You can have as many preset's as you want.


----------



## quality_sound (Dec 25, 2005)

fourthmeal said:


> Out of all this, I noticed it doesn't support center channel. Or am I mistaken?
> 
> edit: Exception of the MS-8, the only one I've found that can do center properly is the Audison Prima line.



H800 does as well. 


Sent from my iPhone using Tapatalk


----------



## Niick (Jun 3, 2015)

jowens500 said:


> You can have as many preset's as you want.


oh, right. 

So you can change configuration files, and since you don't need a laptop to load it, changing it via iOS or android then makes it a "preset".

Yes, good thinking. I stand corrected.


----------



## jowens500 (Sep 5, 2008)

Here are a few pictures of a friends 2016 Civic. There's Audiofrog speakers in the factory locations and a Kicker L7 QB8 ran by an IQ1000.5. The L7 QB8 is a little monster.


----------



## firebirdude (Dec 24, 2009)

The QB8 is a friggin BEAST.


----------



## Niick (Jun 3, 2015)

Way cool.


----------



## Babs (Jul 6, 2007)

Nicely done! I like the neat and tidy amp placement. 

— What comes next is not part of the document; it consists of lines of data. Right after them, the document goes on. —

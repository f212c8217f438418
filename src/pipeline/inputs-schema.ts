import * as v from "valibot";
import { BriefSchema } from "../brief";
import { numberIn, integerIn, oneOf, flag, validateWith, type FieldProblem } from "../kernel/validate";
import { SCHEME_DECLARATIONS } from "../schemes/declarations";
import type { OptionSpec, SchemeDeclaration, SchemeOptions } from "../schemes/types";
import { OPTION_RULES } from "../schemes/option-rules";
import { FactorRowSchema, CarbonSettingsSchema, defaultFactorRows, DEFAULT_CARBON_SETTINGS } from "../carbon";
import { RateRowSchema, OnCostsSchema, defaultRateRows, DEFAULT_ON_COSTS } from "../cost";
import type { StudyInputs } from "./study-inputs";

function optionSchema(spec: OptionSpec) {
  switch (spec.kind) {
    case "number":
      return spec.integer ? integerIn(spec.min, spec.max, spec.unit) : numberIn(spec.min, spec.max, spec.unit);
    case "select":
      return oneOf(spec.choices.map((c) => c.value) as unknown as readonly [string, ...string[]]);
    case "toggle":
      return flag();
  }
}

/** The options of one scheme: every key optional (a missing one takes the default), unknown keys refused, the scheme's OPTION_RULES applied. */
function schemeSettingSchema(model: SchemeDeclaration) {
  const entries = Object.fromEntries(model.options.map((spec) => [spec.key, v.optional(optionSchema(spec), model.defaults[spec.key])]));
  const setting = v.object({
    enabled: v.optional(flag(), true),
    options: v.optional(v.strictObject(entries, (issue) => `unknown option ${JSON.stringify((issue as { key?: unknown }).key ?? "")} (expected one of ${model.options.map((o) => o.key).join(", ")})`), {}),
    pinned: v.optional(v.array(oneOf(model.options.map((o) => o.key) as unknown as readonly [string, ...string[]]), "expected a list of option keys")),
    riseM: v.optional(numberIn(0.5, 250, "m")),
  });
  const optionsOf = (s: unknown) => ({ ...model.defaults, ...((s as { options?: SchemeOptions }).options ?? {}) });
  const rules = OPTION_RULES.filter((rule) => rule.scheme === model.id).map((rule) =>
    v.forward(
      v.check((s: v.InferOutput<typeof setting>) => rule.problem(optionsOf(s)) === null, (issue) => rule.problem(optionsOf(issue.input)) ?? ""),
      ["options", rule.option] as never,
    ),
  );
  return v.pipe(setting, ...(rules as [])) as unknown as typeof setting;
}

/** Every registered scheme optional; an unknown scheme id is refused, so a misspelt id is not silently dropped. */
function schemesSchema() {
  return v.strictObject(
    Object.fromEntries(SCHEME_DECLARATIONS.map((m) => [m.id, v.optional(schemeSettingSchema(m), { enabled: true, options: {} })])),
    (issue) => `unknown scheme ${JSON.stringify(issue.input)} (expected one of ${SCHEME_DECLARATIONS.map((m) => m.id).join(", ")})`,
  );
}

/**
 * The schema entries of what the pipeline reads (brief, schemes, carbon, cost), built on demand
 * because the scheme registry defines the option fields. The study schema adds its own around them.
 */
export function studyInputsEntries() {
  return {
    brief: BriefSchema,
    schemes: schemesSchema(),
    // A file without its own tables takes the defaults (the demo study does).
    carbon: v.optional(v.object({
      factors: v.pipe(
        v.array(FactorRowSchema, "expected a list of factor rows"),
        v.check((rows) => new Set(rows.map((r) => r.material)).size === rows.length, "the same material appears twice (expected one row per material)"),
      ),
      settings: CarbonSettingsSchema,
    }), () => ({ factors: defaultFactorRows(), settings: structuredClone(DEFAULT_CARBON_SETTINGS) })),
    cost: v.optional(v.object({
      rates: v.pipe(
        v.array(RateRowSchema, "expected a list of rate rows"),
        v.check((rows) => new Set(rows.map((r) => r.item)).size === rows.length, "the same item appears twice (expected one row per item)"),
      ),
      onCosts: OnCostsSchema,
    }), () => ({ rates: defaultRateRows(), onCosts: structuredClone(DEFAULT_ON_COSTS) }) as never),
  };
}

/** Validates the pipeline's part of a study (other keys are ignored): the inputs with defaults filled in, or every problem with its field path. */
export function validateStudyInputs(input: unknown): { ok: true; value: StudyInputs } | { ok: false; problems: FieldProblem[] } {
  const result = validateWith(v.object(studyInputsEntries()), input);
  return result.ok ? { ok: true, value: result.value as unknown as StudyInputs } : result;
}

Sent from iPhone using Tapatalk


----------



## jeeplaw (Oct 12, 2015)

Bumping this thread because there arent too many IQ threads on this board. Just bought and will be using a 1000.5 in my new Scatpack soon. Waiting for a LC7I to come in to act as my pre-amp. Hoping to find an IQI on the cheap too for that bluetooth tuning promised land!


----------



## jowens500 (Sep 5, 2008)

If you need to sum signals, you can do it in the amp.


----------



## jowens500 (Sep 5, 2008)

Here's a Supra I just finished a few weeks ago. 









2016 F-150 with a 1000.5 and 500.2









IQ 1000.5 in a R33 Skyline 









IQ 1000.5 in a Nissan Rogue 









Another 1000.5, this time in a regular cab Chevy truck. 

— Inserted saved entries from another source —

import type { Design, SchemeModel, SchemeOptions } from "../schemes/types";
import { gridOf, nearestIndex, PROPORTION_TIE_FRACTION, RISE_KEY, type RiseSetting } from "./proportions";
import { fittedLeast, trendChoice } from "./rise-trend";

/** A design with the full options at some proportions, and its objective (+∞ when infeasible). */
export interface FullDesign {
  options: SchemeOptions;
  riseM: number;
  design: Design;
  objective: number;
}

/** One refined proportion: where it was sampled and what was chosen. */
export interface Refinement {
  key: string;
  value: number;
  samples: { value: number; objective: number }[];
}

type Refined = NonNullable<SchemeModel["refinedInFull"]>[number];

/** The grid a refined proportion moves on, its samples (indices) and its reference (an index). */
interface Axis {
  values: number[];
  samples: number[];
  reference: number;
}

/** The axis of a refined proportion (a count's around its value in `current`); null when it is not searched here. */
function axisOf(model: SchemeModel, refined: Refined, rise: RiseSetting, spanM: number, pinned: readonly string[], current: { options: SchemeOptions; riseM: number }): Axis | null {
  const { key } = refined;
  if ("neighbours" in refined) {
    const spec = model.options.find((o) => o.key === key);
    if (spec?.kind !== "number" || pinned.includes(key)) return null;
    const values = gridOf(spec.min, spec.max, spec.step, spec.integer === true);
    const at = nearestIndex(values, (current.options[key] ?? model.defaults[key]) as number);
    const near = Array.from({ length: 2 * refined.neighbours + 1 }, (_, i) => at - refined.neighbours + i);
    const far = (refined.ratios ?? []).map((r) => nearestIndex(values, r * (values[at] as number)));
    const samples = [...new Set([...near, ...far])].filter((i) => i >= 0 && i < values.length).sort((a, b) => a - b);
    return { values, samples, reference: at };
  }
  const { samples, reference } = refined;
  if (key === RISE_KEY) {
    if (rise.kind !== "search") return null;
    const values = gridOf(rise.minM, rise.maxM, rise.stepM, false);
    return { values, samples: [...new Set(samples.map((r) => nearestIndex(values, r * spanM)))], reference: nearestIndex(values, reference === undefined ? rise.startM : reference * spanM) };
  }
  const spec = model.options.find((o) => o.key === key);
  if (spec?.kind !== "number" || pinned.includes(key)) return null;
  const values = gridOf(spec.min, spec.max, spec.step, spec.integer === true);
  return { values, samples: [...new Set(samples.map((v) => nearestIndex(values, v)))], reference: nearestIndex(values, reference ?? spec.searchReference ?? (model.defaults[key] as number)) };
}

/**
 * From the grid index `start`, one grid step at a time towards `toward` (the best sample), while the
 * next value's full design is better than the current one's by more than PROPORTION_TIE_FRACTION; the
 * index it ends at. One full design a step: it stops at the first step that does not pay, and at `toward`.
 */
export function descended(start: number, toward: number, objectiveAt: (index: number) => number): number {
  const step = Math.sign(toward - start);
  let index = start;
  while (index !== toward && objectiveAt(index + step) < objectiveAt(index) * (1 - PROPORTION_TIE_FRACTION)) index += step;
  return index;
}

/**
 * Where the descent from the trend's choice heads: the outermost feasible sample on the side of the
 * fitted least (fittedLeast), or the best sample when the fitted least is the choice itself or there
 * is no fit. Heading for the best sample instead sent the descent the wrong way where two samples on
 * either side of the choice differed by a fraction of a per cent (the demo study's cable net at 120 m:
 * samples 130.33 / 130.02 / 150.05 kgCO2e/m² of floor at 0.1 / 0.15 / 0.2 × span, 0.15 kept where
 * 0.13 was 7 % better; measured). Designing both neighbours and heading for the better one found
 * 2 % more at two of the demo's 37 spans and cost 33 % more Newton iterations in its span study. The
 * descent stays a local step: it can stop short of a better value beyond a neighbour (280 m: 0.15
 * kept where 0.14 is 3.4 % better).
 */
function descentEnd(trend: number, values: readonly number[], sampled: readonly { index: number; value: number }[], best: number): number {
  const feasible = sampled.filter((s) => Number.isFinite(s.value)).map((s) => s.index);
  const least = fittedLeast(values, sampled);
  if (least === null || least === trend) return best;
  return least < trend ? Math.min(...feasible) : Math.max(...feasible);
}

/**
 * A sampled proportion's choice on the trend through its samples (trendChoice), stepped on with
 * `descend` (descentEnd, descended); `best` is the best feasible sample. With `beyond`, a choice at the
 * outermost sample steps on outwards instead (descended towards the grid's end): one more full design
 * where the first step does not pay.
 */
function chosenOnTrend(refined: { descend?: boolean; beyond?: boolean }, axis: Axis, sampled: readonly { index: number; value: number }[], best: number, objectiveAt: (index: number) => number): number {
  const trend = trendChoice(axis.values, sampled, axis.reference, PROPORTION_TIE_FRACTION);
  if (refined.beyond) {
    const indices = sampled.map((s) => s.index);
    const outward = trend === Math.min(...indices) ? 0 : trend === Math.max(...indices) ? axis.values.length - 1 : trend;
    if (outward !== trend) return descended(trend, outward, objectiveAt);
  }
  return refined.descend ? descended(trend, descentEnd(trend, axis.values, sampled, best), objectiveAt) : trend;
}

/**
 * A count's choice: from the best of its samples on to whichever neighbour is better by more than the
 * tie band, while one is (a plateau between the screened count and a better sample does not stop it:
 * the demo's net at 270 m, 9 masts 149.7, 8 150.5, 7 140.2, 6 133.1 kgCO2e/m² of floor, measured);
 * then the least of every count designed (the fewer of two equal). Where two counts are within 1–2 %
 * the choice flips between them from span to span whatever the rule; on the demo study's span study
 * (5 m steps) the least flipped twice, the screened count kept unless a sample was better by 2 % three
 * times, the fewest within 3 % of the least 16 times, the quadratic trend's choice 6 (measured).
 */
function chosenCount(axis: Axis, sampled: readonly { index: number; value: number }[], bestSample: number, objectiveAt: (index: number) => number): number {
  const designed = new Set(sampled.map((s) => s.index));
  const value = (index: number) => {
    designed.add(index);
    return objectiveAt(index);
  };
  let best = bestSample;
  for (;;) {
    const next = [best - 1, best + 1].filter((i) => i >= 0 && i < axis.values.length).sort((a, b) => value(a) - value(b))[0];
    if (next === undefined || !(value(next) < value(best) * (1 - PROPORTION_TIE_FRACTION))) break;
    best = next;
  }
  return [...designed].reduce((a, b) => (value(b) < value(a) || (value(b) === value(a) && b < a) ? b : a));
}

/**
 * The scheme's `refinedInFull` proportions chosen again, one after the other, on designs with the
 * full options (the screened search chose them on cheaper ones), from the screened choice `start`:
 * the objective at each declared sample (the same values at every span), a least-squares quadratic
 * through the finite ones, and of the grid values between the samples whose fitted objective is
 * within PROPORTION_TIE_FRACTION of the fitted least, the nearest the reference (the declared one,
 * else an option's search reference or default, the preferred rise) — the rise's trend rule (./rise-trend.ts). Where the
 * value so chosen is infeasible, the best feasible sample; where no sample is feasible, the
 * proportion stays. With `descend` the choice then steps towards the fitted least (descentEnd) while each step's
 * full design is better by more than the tie band (descended); with `beyond`, a choice at the outermost sample
 * steps on past it while each step is so better; with `carries`, each value is designed with that proportion
 * moved along (carried); where a later proportion moved the design, those declared with `descend` step again
 * towards their better neighbour. A count with `neighbours` is designed at its
 * screened value and its neighbours (chosenCount). Returns the final design (designed once, samples reused), the
 * least of the other feasible full designs (its runner-up, null when there is none), what was refined and how many full designs it took.
 */
export function refineInFull(
  model: SchemeModel,
  start: { options: SchemeOptions; riseM: number },
  setting: { rise: RiseSetting; spanM: number; pinned: readonly string[] },
  design: (options: SchemeOptions, riseM: number) => Design,
  assess: (design: Design) => number,
): { full: FullDesign; runnerUp: FullDesign | null; refinements: Refinement[]; evaluations: number } {
  const designed = new Map<string, FullDesign>();
  const at = (options: SchemeOptions, riseM: number): FullDesign => {
    const key = JSON.stringify([options, riseM]);
    const known = designed.get(key);
    if (known) return known;
    const d = design(options, riseM);
    const full = { options, riseM, design: d, objective: d.status === "infeasible" ? Number.POSITIVE_INFINITY : assess(d) };
    designed.set(key, full);
    return full;
  };
  let current = { ...start };
  // the design at grid index `index` of `key`'s axis, the other proportions as in `base`
  const movedFrom = (base: { options: SchemeOptions; riseM: number }, key: string, axis: Axis, carries?: string) => (index: number) => {
    if (key === RISE_KEY) return { options: base.options, riseM: axis.values[index] as number };
    const value = axis.values[index] as number;
    return { options: { ...base.options, [key]: value, ...carried(model, setting.pinned, base.options, key, value, carries) }, riseM: base.riseM };
  };
  const valueOf = (key: string) => (key === RISE_KEY ? current.riseM : (current.options[key] as number));
  const refinements: Refinement[] = [];
  let afterDescent: typeof current | null = null;
  for (const refined of model.refinedInFull ?? []) {
    const { key } = refined;
    const axis = axisOf(model, refined, setting.rise, setting.spanM, setting.pinned, current);
    if (!axis) continue;
    const moved = movedFrom(current, key, axis, "carries" in refined ? refined.carries : undefined);
    const sampled = axis.samples.map((index) => ({ index, value: at(moved(index).options, moved(index).riseM).objective }));
    const feasible = sampled.filter((s) => Number.isFinite(s.value)).sort((a, b) => a.value - b.value);
    if (feasible.length === 0) continue;
    const objectiveAt = (index: number) => at(moved(index).options, moved(index).riseM).objective;
    const best = feasible[0]!.index;
    const index = "neighbours" in refined ? chosenCount(axis, sampled, best, objectiveAt) : chosenOnTrend(refined, axis, sampled, best, objectiveAt);
    const chosen = moved(index);
    const kept = Number.isFinite(at(chosen.options, chosen.riseM).objective);
    current = kept ? chosen : moved(best);
    if (kept && !("neighbours" in refined) && refined.descend) afterDescent = current;
    refinements.push({ key, value: valueOf(key), samples: sampled.map((s) => ({ value: axis.values[s.index] as number, objective: s.value })) });
  }
  // A later proportion moved the design (stepped beyond its samples, or chose another sample and
  // carried a proportion along) to where those refined before it were not sampled: each declared with
  // `descend` steps again, from the better of where it was carried and where it was chosen, towards its
  // better neighbour, while each step is better by more than the tie band (descended). Starting from
  // the carried value alone, the demo's net at 40 and 60 m kept a mast height carried up to 0.19 where
  // 0.15–0.16 was 4–6 % lower, each step towards it paying less than the band (measured 5 Dec).
  if (afterDescent !== null && JSON.stringify(afterDescent) !== JSON.stringify(current)) {
    for (const refined of model.refinedInFull ?? []) {
      if ("neighbours" in refined || !refined.descend) continue;
      const axis = axisOf(model, refined, setting.rise, setting.spanM, setting.pinned, current);
      if (!axis) continue;
      const moved = movedFrom(current, refined.key, axis);
      const objectiveAt = (index: number) => at(moved(index).options, moved(index).riseM).objective;
      // from where it was carried to or where it was chosen, whichever is better at the proportions now
      const carriedTo = nearestIndex(axis.values, valueOf(refined.key));
      const chosenAt = nearestIndex(axis.values, refined.key === RISE_KEY ? afterDescent.riseM : (afterDescent.options[refined.key] as number));
      const here = objectiveAt(chosenAt) < objectiveAt(carriedTo) ? chosenAt : carriedTo;
      const next = [here - 1, here + 1].filter((i) => i >= 0 && i < axis.values.length).sort((a, b) => objectiveAt(a) - objectiveAt(b))[0];
      const index = next === undefined ? here : descended(here, next < here ? 0 : axis.values.length - 1, objectiveAt);
      if (index !== carriedTo) current = moved(index);
    }
  }
  // a proportion carried by a later one, or stepped again, is reported where it ended
  for (const entry of refinements) entry.value = valueOf(entry.key);
  const full = at(current.options, current.riseM);
  const others = [...designed.values()].filter((d) => d !== full && Number.isFinite(d.objective));
  const runnerUp = others.reduce<FullDesign | null>((a, b) => (a === null || b.objective < a.objective ? b : a), null);
  return { full, runnerUp, refinements, evaluations: designed.size };
}

/**
 * The proportion `carries` moved with `key` to `value`: scaled by (1 − value) ÷ (1 − its value in
 * `options`), on its grid (the net's mast height with its mast ring: the outer radial cables keep
 * their slope); nothing when it is pinned or not a number option.
 */
function carried(model: SchemeModel, pinned: readonly string[], options: SchemeOptions, key: string, value: number, carries: string | undefined): SchemeOptions {
  if (carries === undefined || pinned.includes(carries)) return {};
  const spec = model.options.find((o) => o.key === carries);
  const from = options[key] as number;
  if (spec?.kind !== "number" || typeof options[carries] !== "number" || from === value) return {};
  const values = gridOf(spec.min, spec.max, spec.step, spec.integer === true);
  return { [carries]: values[nearestIndex(values, ((options[carries] as number) * (1 - value)) / (1 - from))] as number };
}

As you might be able to see, I really like the 1000.5.


----------



## firebirdude (Dec 24, 2009)

MMMMMMmmmmmmmm sexy!


----------



## jeeplaw (Oct 12, 2015)

jowens500 said:


> As you might be able to see, I really like the 1000.5.


Are you running an IQI as well, or just tuning via laptop?


----------



## Denaliz (Dec 2, 2014)

I would gladly try out an IQ Amp. kicker does make some good stuff, just most of what moves is the lower end-Walmart,BB crap.

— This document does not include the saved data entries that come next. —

// The pipeline: study → designs → take-off → carbon and cost → each scheme's figures.
export { evaluateStudy, designScheme, assessDesign, schemeResult, briefAtSpan, type Evaluation, type SchemeResult, type EvaluateOptions } from "./evaluate";
export { schemeFigures, massByKind, type SchemeFigures, type AssessedDesign } from "./figures";
export { tableGaps, describeGap, describeGaps, type TableGap, type NamedDesign } from "./gaps";
export type { StudyInputs, SchemeSetting } from "./study-inputs";
export { studyInputsEntries, validateStudyInputs } from "./inputs-schema";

I ran a Kicker IX 1000.5 amp a few years ago and it was a great little amp! Did what I needed it to do and had no noticeable floor noise or issues.


----------



## jowens500 (Sep 5, 2008)

jeeplaw said:


> Are you running an IQI as well, or just tuning via laptop?



I have an IQI in my personal car and don't have one in my wife's car. Customer cars have been 50/50.


----------



## firebirdude (Dec 24, 2009)

Denaliz said:


> I would gladly try out an IQ Amp. kicker does make some good stuff, just most of what moves is the lower end-Walmart,BB crap.
> 
> I ran a Kicker IX 1000.5 amp a few years ago and it was a great little amp! Did what I needed it to do and had no noticeable floor noise or issues.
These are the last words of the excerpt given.